**Exercise prompt**. Please copy every line from the following entries in which the word "Observed" appears.
'''
"""The one result object every view reads (design.md §2): checks, flags, speeds, per wall and site.

Views (JSON, text, CSV, HTML/SVG, the terminal interface) format these values; none recomputes.
"""

from __future__ import annotations

from dataclasses import dataclass, field

from bracing.day_results import VERDICTS, DayFinding, DayResult, NotChecked
from bracing.result_checks import SEVERITIES, Check, Flag

__all__ = [
    "CAUTION",
    "SEVERITIES",
    "STATUSES",
    "STATUS_ORDER",
    "VERDICTS",
    "Check",
    "DayFinding",
    "DayResult",
    "Flag",
    "NotChecked",
    "PanelResult",
    "SiteResult",
    "UnbracedResult",
    "WindResult",
]


CAUTION = (
    "CAUTION: a planning aid, not a bracing design. A qualified person must design and approve "
    "the bracing. Follow local codes, the brace and anchor makers' ratings and the site "
    "safety plan."
)

STATUSES = {
    "unsafe": "braced, but a check fails",
    "needs_braces": "cannot stand on its own: brace it",
    "braced": "braced, every check passes",
    "stands": "stands on its own",
}
STATUS_ORDER = tuple(STATUSES)  # worst first


@dataclass(slots=True)
class WindResult:
    """The design wind on one wall (ASCE 7-16 §29.3 with ASCE 37-14), Case A at strength level.

    Every field is known for every wall: none is None or NaN.

    Attributes
    ----------
    basic_speed_mph : float
        The site's basic wind speed V, mph (3-second gust at 33 ft, exposure C).
    period_factor : float
        ASCE 37-14 Table 6.2-1 factor on V for the wall's standing time, dimensionless.
    period_factor_from : str
        "standing time" (from the table) or "set" (the site file sets the factor).
    design_speed_mph : float
        period_factor x V, not below the site's minimum design wind rule, mph.
    kz, kd, kzt, ke, gust_factor : float
        ASCE 7-16 Kz at the top of the wall (Table 26.10-1), Kd (Table 26.6-1), Kzt (§26.8), Ke
        (Table 26.9-1) and G (§26.11.1), dimensionless.
    velocity_pressure_psf : float
        q_h by Eq. 26.10-1, psf.
    force_coefficient : float
        Case A Cf of Figure 29.3-1 (on the solid area of an open wall), dimensionless.
    opening_factor : float
        Figure 29.3-1 note 3 reduction for openings, 1.0 for a solid wall, dimensionless.
    force_lb : float
        Case A force q_h G Cf As (or the minimum pressure's, where it governs), lb.
    resultant_height_ft : float
        Height of that force above the wall's base, ft.
    solidity : float
        Solid area over gross area, dimensionless.
    minimum_pressure_governs : bool
        True where the ASCE 7-16 §29.7 minimum pressure governs the force.
    end_zone_force_coefficient, interior_force_coefficient : float
        The Cf of a wall checked per ft at its end zone (largest Case C value it touches) and in
        its interior (method notes §2), dimensionless.
    """

    basic_speed_mph: float
    period_factor: float
    period_factor_from: str
    design_speed_mph: float
    kz: float
    kd: float
    kzt: float
    ke: float
    gust_factor: float
    velocity_pressure_psf: float
    force_coefficient: float
    opening_factor: float
    force_lb: float
    resultant_height_ft: float
    solidity: float
    minimum_pressure_governs: bool
    end_zone_force_coefficient: float
    interior_force_coefficient: float


@dataclass(slots=True)
class UnbracedResult:
    """The wall standing on its own.

    Attributes
    ----------
    utilization : float
        Governing utilization of its own checks at the design wind, dimensionless; inf where a
        check has demand and no capacity.
    stands : bool
        True where every such check passes and no height rule forbids it.
    working_limit_speed_mph : float
        Observed gust at which its own governing check reaches 1.0, mph (service values, method
        notes §1). NaN: not known (no limit below the search's 400 mph, read as a capacity
        not known).
    stand_down_speed_mph : float
        The stand-down gust from that limit (the stand-down ratio, masonry caps), mph. NaN as
        above.
    max_height_ft : float
        Tallest the wall may stand unbraced at the design wind, ft, no taller than OSHA
        1926.706(b) lets masonry stand. inf: no height up to 300 ft fails (unbounded).
    max_height_at_limit_ft : float or None
        The same at the site's limit gust, ft; None where the site gives no limit gust (does not
        apply); inf as above.
    max_height_structural_ft : float or None
        `max_height_ft` before a rule's cap (the structural limit), ft; inf as above.
    """

    utilization: float
    stands: bool
    working_limit_speed_mph: float
    stand_down_speed_mph: float
    max_height_ft: float | None
    max_height_at_limit_ft: float | None
    max_height_structural_ft: float | None = None  # before a rule's cap (OSHA 8 ft masonry)


@dataclass(frozen=True, slots=True)
class FallZone:
    """A wall's fall zone (design.md §7): reach out from its braced face and back behind it."""

    front_ft: float
    back_ft: float
    basis: str


@dataclass(frozen=True, slots=True)
class RuleUsed:
    """A site rule as the check applied it: value, in force, source and basis."""

    value: float | None
    enabled: bool
    source: str
    basis: str


@dataclass(frozen=True, slots=True)
class Hardware:
    """What one wall's bracing uses: brace type, anchor types and the brace count (None: not
    named)."""

    brace_type: str | None
    wall_anchor: str | None
    foot_anchor: str | None
    count: int


@dataclass(slots=True)
class PanelResult:
    """Everything the engine found for one wall.

    A value that is missing is one of three kinds, kept apart: None where it does not apply
    (fresh-mortar speeds of a concrete wall, `braces` of a wall without braces); NaN where it
    is not known, named in `unknown` with why (in `braces`, the unknown `utilization` is None
    and `utilization_unknown_because` says why); inf where it is unbounded (a utilization with
    demand and no capacity, a height search without a limit). The JSON record writes null for
    all three; text views print "none", "unknown" and "unbounded".

    Attributes
    ----------
    mark, material : str
        The wall's mark and its material's kind ("concrete", "masonry", "framed").
    status : str
        One of `STATUSES`: "unsafe", "needs_braces", "braced", "stands".
    weight_lb : float
        Weight of the wall's solid area, lb.
    height_ft, width_ft : float
        Height and length of the wall, ft.
    thickness_in : float
        Thickness, in.
    wind : WindResult
        Its design wind.
    unbraced : UnbracedResult
        The wall standing on its own (braced or not).
    checks : list of Check
        Every check made, braced or on its own as the wall stands.
    flags : list of Flag
        Its findings.
    working_limit_speed_mph : float
        Observed gust at which its governing strength check reaches 1.0, with its braces if it
        has them, mph. NaN: not known (see `unknown`).
    stand_down_speed_mph : float
        The gust at which work stops and the fall zone is cleared, mph. NaN: not known.
    governing_element : str
        The check of the largest strength utilization, "element (region)".
    braces : dict or None
        The §8 braces record of a braced wall; None for a wall without braces. Keys: count;
        angle_deg; insert_height_ft, anchor_distance_ft, length_ft (ft); axial_force_lb,
        anchor_uplift_lb, anchor_shear_lb, base_shear_lb, base_uplift_lb (lb, governing brace,
        design wind); positions_ft, brace_forces_lb (one per brace); installation_torque_ftlb
        (helical foot anchors only, ft-lb); sill_uplift_lb, sill_uplift_plf (framed walls only);
        brace_type; wall_anchor and foot_anchor (None: none used); utilization (largest of the
        brace's own checks; None: not known, with utilization_unknown_because);
        working_limit_one_missing_mph (mph; 0 with two braces, None with one, or none found);
        designed (True where the layout designer chose the braces).
    sustained_equivalents_mph : dict of str to float
        1-min, 2-min, 10-min and 1-hour mean speeds matching the stand-down gust, mph.
    fresh_working_limit_speed_mph, fresh_stand_down_speed_mph : float or None
        A masonry wall's speeds with fresh mortar, which the days use until the mortar has
        cured, mph; None for other walls (does not apply); NaN: not known.
    fresh_sustained_equivalents_mph : dict of str to float
        Sustained equivalents of the fresh-mortar stand-down gust; empty where there is none.
    unknown : dict of str to str
        The wall's values that are not known, by field name ("braces.utilization" for a key of
        `braces`), with why; empty when every value is known.
    hardware : Hardware or None
        Its brace type, wall and foot anchors and brace count as the views show them (from
        `braces` where it names them, else the site file's bracing); None: none named.
    zone : FallZone or None
        Its fall zone (design.md §7), ft, with its basis; None only outside `evaluate`.
    footing_ft : (float, float) or None
        Its footing's width and thickness, ft; None: no footing.
    released_by : str or None
        Who signed off its release, on its release day; None: not released.
    """

    mark: str
    material: str
    status: str
    weight_lb: float
    height_ft: float
    width_ft: float
    thickness_in: float
    wind: WindResult
    unbraced: UnbracedResult
    checks: list[Check]
    flags: list[Flag]
    working_limit_speed_mph: float
    stand_down_speed_mph: float
    governing_element: str
    braces: dict | None = None
    sustained_equivalents_mph: dict = field(default_factory=dict)
    # masonry: its speeds with fresh mortar, which the days use until the mortar has cured
    fresh_working_limit_speed_mph: float | None = None
    fresh_stand_down_speed_mph: float | None = None
    fresh_sustained_equivalents_mph: dict = field(default_factory=dict)
    # the values of this wall that are not known (NaN, or None in `braces`), by field name
    # ("braces.utilization" for a key of `braces`), with why: see the class's glossary
    unknown: dict[str, str] = field(default_factory=dict)
    # what the views show beside the checks, put here by `evaluate` (views compute nothing and
    # read no site file): the gear, the fall zone, the footing, who signed off the release
    hardware: Hardware | None = None  # None: no brace or anchor type named
    zone: FallZone | None = None
    footing_ft: tuple[float, float] | None = None  # (width, thickness); None: no footing
    released_by: str | None = None  # the engineer whose sign-off released it

    def speeds_on(self, fresh: bool) -> tuple[float, float, dict]:
        """(stand-down, working limit, sustained equivalents of the stand-down) as they apply
        on a day: with fresh mortar if `fresh` (a masonry wall in its first days)."""
        if fresh and self.fresh_stand_down_speed_mph is not None:
            return (self.fresh_stand_down_speed_mph, self.fresh_working_limit_speed_mph,
                    self.fresh_sustained_equivalents_mph)
        return (self.stand_down_speed_mph, self.working_limit_speed_mph,
                self.sustained_equivalents_mph)

    @property
    def utilization(self) -> float:
        """The governing (largest) utilization of the wall as checked."""
        return max((c.utilization for c in self.checks), default=0.0)

    @property
    def fails(self) -> bool:
        """True when the wall fails a strength check, cannot stand and has no braces, or has a
        danger finding: the one test behind every verdict and exit code (method notes §8)."""
        return self.status in ("unsafe", "needs_braces") or any(
            f.severity == "danger" for f in self.flags)

    def worst_first(self) -> list[Check]:
        return sorted(self.checks, key=lambda c: -c.utilization)

    def flags_worst_first(self) -> list[Flag]:
        return sorted(self.flags, key=lambda f: SEVERITIES.index(f.severity))


@dataclass(slots=True)
class SiteResult:
    """The whole site: every wall, worst first on demand, and the declared basis.

    Attributes
    ----------
    name : str
        The site's name.
    basis : str
        "ASD" or "LRFD".
    basis_statement : list of str
        The design basis as every report states it at its head (method notes §1).
    panels : list of PanelResult
        Every wall in the site file's order.
    caution : str
        `CAUTION`, which every view shows.
    days : list of DayResult
        The day-by-day schedule; empty without lift days.
    peak_inventory : dict
        {"braces": {type: n}, "anchors": {type: n}}: the most in use on any day.
    plan : bracing.plan.PlanGeometry or None
        Coordinates for the drawings; None without a plan.
    flags : list of Flag
        Findings of the site as a whole.
    not_checked : list of NotChecked
        What the check leaves out.
    rules : dict of str to RuleUsed
        Every site rule as the check applied it (the defaults, then the site's own).
    on_hand : dict
        {"braces": {type: n or None}, "anchors": {type: n or None}}: the numbers on hand the
        site file gives (None: not given).
    together : DayResult or None
        Every wall standing together as day 0, for a site file that gives no lift days (then
        `days` is empty); None otherwise.
    """

    name: str
    basis: str
    basis_statement: list[str]
    panels: list[PanelResult]
    caution: str = CAUTION
    days: list[DayResult] = field(default_factory=list)
    peak_inventory: dict[str, dict[str, int]] = field(default_factory=dict)
    plan: object | None = None  # bracing.plan.PlanGeometry: coordinates for the views
    flags: list[Flag] = field(default_factory=list)  # site-wide findings
    not_checked: list[NotChecked] = field(default_factory=list)  # what the check leaves out
    # bracing.foundation_results.FoundationWallResult of each foundation wall (method notes §12)
    foundation_walls: list = field(default_factory=list)
    # for the views, not in the JSON record: the site's rules as applied, the number on hand
    # of each brace and anchor type ({"braces": {type: n or None}, "anchors": ...}), and every
    # wall standing together as day 0 when the site file gives no lift days (`days` is empty)
    rules: dict[str, RuleUsed] = field(default_factory=dict)
    on_hand: dict[str, dict[str, int | None]] = field(default_factory=dict)
    together: DayResult | None = None

    def worst_first(self) -> list[PanelResult]:
        return sorted(self.panels, key=lambda p: (STATUS_ORDER.index(p.status), -p.utilization))

    def failing(self) -> list[PanelResult]:
        """The walls that fail (PanelResult.fails), worst first."""
        return [p for p in self.worst_first() if p.fails]

    @property
    def fails(self) -> bool:
        """True when a wall fails, a foundation wall fails (its backfill over its limit on a
        day) or a finding of the site or of a day is a danger (§8a)."""
        walls = [*self.panels, *self.foundation_walls]
        return any(w.fails for w in walls) or any(
            f.severity == "danger" for f in self.flags + [g for d in self.days for g in d.flags])

    def panel(self, mark: str) -> PanelResult:
        return next(p for p in self.panels if p.mark == mark)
'''
**Result**.
        Observed gust at which its own governing check reaches 1.0, mph (service values, method
        Observed gust at which its governing strength check reaches 1.0, with its braces if it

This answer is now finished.